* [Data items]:
= = = =
//! Arbitrary bytes as the JSONL input of `candor rates --batch`, one line at a time:
//! nothing may panic and every line must give an object naming its series. The steps
//! live in `../steps.rs`, shared with the regression test that replays saved inputs.
#![no_main]

use libfuzzer_sys::fuzz_target;

// Each target uses its own half of the shared steps.
#[allow(dead_code)]
#[path = "../steps.rs"]
mod steps;

fuzz_target!(|data: &[u8]| {
    let _ = steps::batch(data);
});
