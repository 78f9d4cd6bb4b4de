//! Every real root of the NPV, with a certified count.
//!
//! With flows `C_k` at integer clock offsets, the offsets shifted to start at zero and
//! divided by their greatest common divisor give integer exponents `n_k`, and
//! `f(y) = sum C_k exp(-y n_k)` with `y = ln(1 + rate per step)` has exactly the IRRs
//! as roots, over the whole real line (rates in (-100%, +inf)). The search works in `y`,
//! so rates near -100% and astronomically large rates are ordinary finite numbers.
//!
//! Certification. Every sign that decides a root is taken from an evaluation that
//! carries a rigorous floating-point error bound (terms are accumulated as separate
//! positive and negative sums, each term's relative error bounded by the number of
//! roundings that produced it). On an interval, each derivative of `f` is enclosed by
//! its decreasing positive and negative parts. An interval is settled when:
//! the enclosure of `f` excludes zero (no root); or that of `f'` does (monotone: one
//! root exactly when the end signs differ); or that of `f''` does (convex or concave:
//! the extremum decides 0, 1 double or 2 roots); or a multiple root is proven exactly
//! at a short decimal rate with big-integer arithmetic and the next derivative's
//! enclosure excludes zero (Rolle). Norstrom's cumulative-sum counts settle the half
//! lines above and below 0% outright when they are 0 or 1; the same counts on the flows
//! discounted to another point (Laguerre) prove a whole answer at once when they add
//! up to the roots found by Newton from the end signs, and end a subdivision early once
//! at most one root can be left above a point. The total is finally checked
//! against the Descartes/Laguerre bound and its parity.
//!
//! Exact settling ([`exact`]). A series left with a multiple root, an undecided piece or
//! intervals that touch is solved again in exact arithmetic: the integer polynomial,
//! its square-free chain, Descartes isolation in big integers; that answer replaces the
//! float one whenever it fits the work budget ([`exact::WORK_LIMIT`]). Past the budget
//! the float answer stands (a multiple root in it was proven exactly at a short decimal
//! rate, its interval rounded outwards from that exact rate), and anything left
//! undecided is reported as such: the count is then not certified.

pub mod exact;

use super::dd::Dd;
use num_bigint::BigInt;
use num_traits::{One, Zero};
use rust_decimal::prelude::*;

/// Derivative orders carried by every point evaluation (0 ..= 4).
const ORDERS: usize = 5;
/// Unit roundoff of f64.
const EPS: f64 = f64::EPSILON * 0.5;
/// Point evaluations allowed per series before giving up (keeps the search finite).
const EVAL_BUDGET: usize = 40_000;
/// Double-double point evaluations allowed per half-line for undecided pieces.
const DD_BUDGET: usize = 3_000;
/// Largest exponent for exact big-integer checks of multiple roots.
const EXACT_DEGREE_LIMIT: u64 = 2_000;

/// One real root of `f`, in `y = ln(1 + rate per step)`.
#[derive(Debug, Clone, PartialEq)]
pub struct FoundRoot {
    /// Lower end of an interval certified to contain the root.
    pub lo: f64,
    /// Upper end.
    pub hi: f64,
    /// Best estimate.
    pub y: f64,
    /// Multiplicity (1 simple, 2 double, ...).
    pub multiplicity: u32,
    /// The exact rate per step when the root was proven exactly (multiple roots, 0%).
    pub exact_rate: Option<Decimal>,
}
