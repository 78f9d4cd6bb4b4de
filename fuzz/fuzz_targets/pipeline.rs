//! Arbitrary bytes through parsing, validation, the engine, the charts and the memo's
//! markup: nothing may panic. The steps live in `../steps.rs`, shared with the
//! regression test that replays saved inputs.
#![no_main]

use libfuzzer_sys::fuzz_target;

// Each target uses its own half of the shared steps.
#[allow(dead_code)]
#[path = "../steps.rs"]
mod steps;

fuzz_target!(|data: &[u8]| {
    let _ = steps::pipeline(data);
});
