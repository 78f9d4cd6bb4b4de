//! Output faults end to end: a missing output or archive folder, a folder that cannot be
//! written, a path in the way, a full disk (injected always; a real small tmpfs when the
//! test runs as root and `mount` works), a run killed outright (SIGKILL) in the middle
//! of writing a memo or filing a version, and a run stopped by Ctrl-C, SIGTERM or SIGHUP.
//!
//! What every case checks is the promise of the hardening work, common practice for
//! tools that write documents: a non-zero exit, a message naming what happened, the file
//! and what to do, the earlier memo byte-identical, the filed versions and their
//! manifests untouched, no half-written file or version left visible, and a next run
//! that works and says what it cleaned up. The expected outcomes come from that promise
//! and from POSIX semantics (rename is atomic, ENOSPC on a full file system, SIGKILL
//! cannot be caught), not from candor's own output.

use crate::support::{
    candor, command, command_as_nobody, is_root, last_line, names, s, setpriv_available, text,
};
use candor::archive::{self, Filing};
use candor::files::load::load_deal;
use candor::files::output::{Sink, PAUSE_HOOK};
use candor::memo::write_memo;
use std::collections::BTreeMap;
use std::io::{ErrorKind, Write as _};
use std::path::{Path, PathBuf};
use std::process::{Child, Command, Stdio};
use std::time::{Duration, Instant};

/// The deal's folder in an archive: named after its deal file, `ferrow.yaml`.
const SLUG: &str = "ferrow";

/// A deal of our own invention, small so that each memo is quick to make.
const DEAL: &str = "\
candor: 1
deal:
  name: Ferrow Quay warehouse
  currency: EUR
  as_of: 2027-01-15
hurdle_rate: 8%
cash_flows:
  every: year
  amounts: [-1000000, 250000, 300000, 350000, 400000]
";

/// Starts candor paused in the middle of its first file write (see DEVELOPERS.md,
/// "Fault tests"), with its output captured.
fn spawn_paused(args: &[&str]) -> Child {
    command()
        .args(args)
        .env(PAUSE_HOOK, "120")
        .stdout(Stdio::piped())
        .stderr(Stdio::piped())
        .spawn()
        .expect("the candor binary starts")
}

/// A folder holding the deal file, as an analyst would have it.
fn deal_folder() -> (tempfile::TempDir, PathBuf) {
    let dir = tempfile::tempdir().expect("temp dir");
    let deal = dir.path().join("ferrow.yaml");
    std::fs::write(&deal, DEAL).expect("write deal");
    (dir, deal)
}
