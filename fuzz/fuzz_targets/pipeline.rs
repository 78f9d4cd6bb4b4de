//! Arbitrary bytes through parsing, validation and the engine: nothing may panic.
#![no_main]

use libfuzzer_sys::fuzz_target;

fuzz_target!(|data: &[u8]| {
    let Ok(text) = std::str::from_utf8(data) else {
        return;
    };
    let Ok(raw) = candor::input::parse(text) else {
        return;
    };
    // CSV companions come from the same bytes, so the CSV reader is fuzzed too.
    let mut read = |_: &str| -> Result<String, String> { Ok(text.to_string()) };
    if let Ok(deal) = candor::model::validate(&raw, &mut read) {
        let analysis = candor::engine::analyse(&deal);
        let _ = serde_json::to_string(&analysis);
    }
});
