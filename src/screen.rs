//! Batch screening (`candor rates --batch`): portfolio screening of many series, one JSON object a line
//! in and one JSON line out per series, in input order, using every core.

use crate::engine::{self, ApproxAmount, Flows};
use crate::model::values::{self, grouped, ValueError, MAX_AMOUNT, MAX_SCALE};
use crate::model::{DayCount, Frequency, MAX_FLOWS};
use rayon::prelude::*;
use rust_decimal::prelude::*;
use serde::{Deserialize, Serialize, Serializer};
use serde_json::value::RawValue;

pub use crate::limits::MAX_LINE_BYTES;

#[derive(Deserialize)]
#[serde(deny_unknown_fields)]
struct Line<'a> {
    #[serde(borrow)]
    id: Option<&'a RawValue>,
    every: Option<String>,
    /// The whole array, read by [`amounts_of`] (a fast path for plain numbers).
    #[serde(borrow)]
    amounts: Option<&'a RawValue>,
    day_count: Option<String>,
    /// The whole list, read by [`flows_of`] once its length is known to be within
    /// the flow limit.
    #[serde(borrow)]
    dated: Option<&'a RawValue>,
    #[serde(borrow)]
    hurdle_rate: Option<&'a RawValue>,
    #[serde(borrow)]
    finance_rate: Option<&'a RawValue>,
    #[serde(borrow)]
    reinvestment_rate: Option<&'a RawValue>,
}

#[derive(Deserialize)]
#[serde(deny_unknown_fields)]
struct DatedFlow<'a> {
    date: String,
    #[serde(borrow)]
    amount: &'a RawValue,
    #[allow(dead_code)]
    note: Option<String>,
}

/// An error for one line: (code, message).
type LineError = (&'static str, String);

/// The run of ASCII digits at `body[i..]`, up to eight of them, read eight bytes at a
/// time: (value, how many digits).
#[inline(always)]
fn digit_run(body: &[u8], i: usize) -> (u64, usize) {
    let chunk = match body.get(i..i + 8) {
        Some(eight) => u64::from_le_bytes([
            eight[0], eight[1], eight[2], eight[3], eight[4], eight[5], eight[6], eight[7],
        ]),
        None => {
            // Near the end: pad with a non-digit.
            let mut bytes = [b' '; 8];
            for (slot, &b) in bytes.iter_mut().zip(body.get(i..).unwrap_or_default()) {
                *slot = b;
            }
            u64::from_le_bytes(bytes)
        }
    };
    // A byte is a digit when its high nibble is 3 and adding 6 keeps it so. (A carry
    // out of a byte above 0xF9 can only upset bytes after a non-digit: not counted.)
    let high = 0xF0F0_F0F0_F0F0_F0F0u64;
    let threes = 0x3030_3030_3030_3030u64;
    let not_digit =
        ((chunk & high) ^ threes) | ((chunk.wrapping_add(0x0606_0606_0606_0606) & high) ^ threes);
    let count = (not_digit.trailing_zeros() / 8) as usize;
    if count == 0 {
        return (0, 0);
    }
    // Digit values, the first digit in the lowest byte; shifted up so that the missing
    // digits read as leading zeros, then combined pairwise (byte, 16-bit, 32-bit).
    let mut v = chunk.wrapping_sub(threes) << (8 * (8 - count));
    v = (v.wrapping_mul(10) + (v >> 8)) & 0x00FF_00FF_00FF_00FF;
    v = (v.wrapping_mul(100) + (v >> 16)) & 0x0000_FFFF_0000_FFFF;
    v = (v.wrapping_mul(10_000) + (v >> 32)) & 0x0000_0000_FFFF_FFFF;
    (v, count)
}

/// A JSON array of plain numbers (`-123.45`: no exponent, at most 16 digits before
/// the point and 6 after, within the deal-file limits) starting at `b[open] == b'['`,
/// read straight into exact decimals: the amounts and the index of the closing `]`.
/// `None` as soon as anything else appears, for the general reader.
///
/// The list ends at the first `]` (no plain number holds one), and the commas split it
/// into one number each, both found by `memchr`: where each number starts is then
/// known before any is read, so the reading of one number does not wait on the digits
/// of the one before.
fn plain_numbers(b: &[u8], open: usize) -> Option<(Vec<Decimal>, usize)> {
    let first = open + 1;
    let close = first + memchr::memchr(b']', b.get(first..)?)?;
    let inner = &b[first..close];
    let mut out = Vec::with_capacity((inner.len() / 8 + 1).min(MAX_FLOWS + 1));
    if inner.iter().all(|&c| is_json_space(c)) {
        return Some((out, close));
    }
    let mut start = first;
    for comma in memchr::memchr_iter(b',', inner) {
        let end = first + comma;
        out.push(plain_number(b, start, end)?);
        // Past the flow limit: the general reader refuses the list, unread.
        if out.len() > MAX_FLOWS {
            return None;
        }
        start = end + 1;
    }
    out.push(plain_number(b, start, close)?);
    Some((out, close))
}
= = = =
What is needed is an exact copy of the lines above, from the one containing "let _ = steps::batch(data);" through the one containing "root exactly when", with nothing added.

    let _ = steps::batch(data);
});
repository 78f9d4cd6bb4b4de
//! Every real root of the NPV, with a certified count.
//!
//! With flows `C_k` at integer clock offsets, the offsets shifted to start at zero and
//! divided by their greatest common divisor give integer exponents `n_k`, and
//! `f(y) = sum C_k exp(-y n_k)` with `y = ln(1 + rate per step)` has exactly the IRRs
//! as roots, over the whole real line (rates in (-100%, +inf)). The search works in `y`,
//! so rates near -100% and astronomically large rates are ordinary finite numbers.
//!
//! Certification. Every sign that decides a root is taken from an evaluation that
//! carries a rigorous floating-point error bound (terms are accumulated as separate
//! positive and negative sums, each term's relative error bounded by the number of
//! roundings that produced it). On an interval, each derivative of `f` is enclosed by
//! its decreasing positive and negative parts. An interval is settled when:
//! the enclosure of `f` excludes zero (no root); or that of `f'` does (monotone: one
//! root exactly when the end signs differ); or that of `f''` does (convex or concave:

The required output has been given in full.